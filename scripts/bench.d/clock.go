//go:build ignore

// Clock runs a command and prints what it cost: wall time in ms, user and
// system time in ms, greatest resident memory in kB, on one line of standard
// output for each run. The command's own output goes to the file named with -o
// (default: nowhere). It stops at the first run that fails. Linux only.
//
//	clock [-n RUNS] [-o FILE] COMMAND ARGUMENT...
package main

import (
	"flag"
	"fmt"
	"os"
	"os/exec"
	"syscall"
	"time"
)

func main() {
	runs := flag.Int("n", 1, "number of runs")
	out := flag.String("o", os.DevNull, "file for the command's output")
	flag.Parse()
	if flag.NArg() == 0 {
		flag.Usage()
		os.Exit(2)
	}
	for range *runs {
		if err := once(*out, flag.Args()); err != nil {
			fmt.Fprintf(os.Stderr, "clock: %s: %v\n", flag.Arg(0), err)
			os.Exit(1)
		}
	}
}

func once(out string, command []string) error {
	f, err := os.Create(out)
	if err != nil {
		return err
	}
	defer f.Close()
	cmd := exec.Command(command[0], command[1:]...)
	cmd.Stdout, cmd.Stderr = f, os.Stderr
	start := time.Now()
	err = cmd.Run()
	wall := time.Since(start)
	if err != nil {
		return err
	}
	use := cmd.ProcessState.SysUsage().(*syscall.Rusage)
	cpu := cmd.ProcessState.UserTime() + cmd.ProcessState.SystemTime()
	fmt.Printf("%.3f %.3f %d\n", wall.Seconds()*1e3, cpu.Seconds()*1e3, use.Maxrss)
	return nil
}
======
## HOW TO COMPLETE THIS TASK
Whenever a line in the records contains the word "output", copy that line.

## EXPECTED ANSWER
// output for each run. The command's own output goes to the file named with -o
	out := flag.String("o", os.DevNull, "file for the command's output")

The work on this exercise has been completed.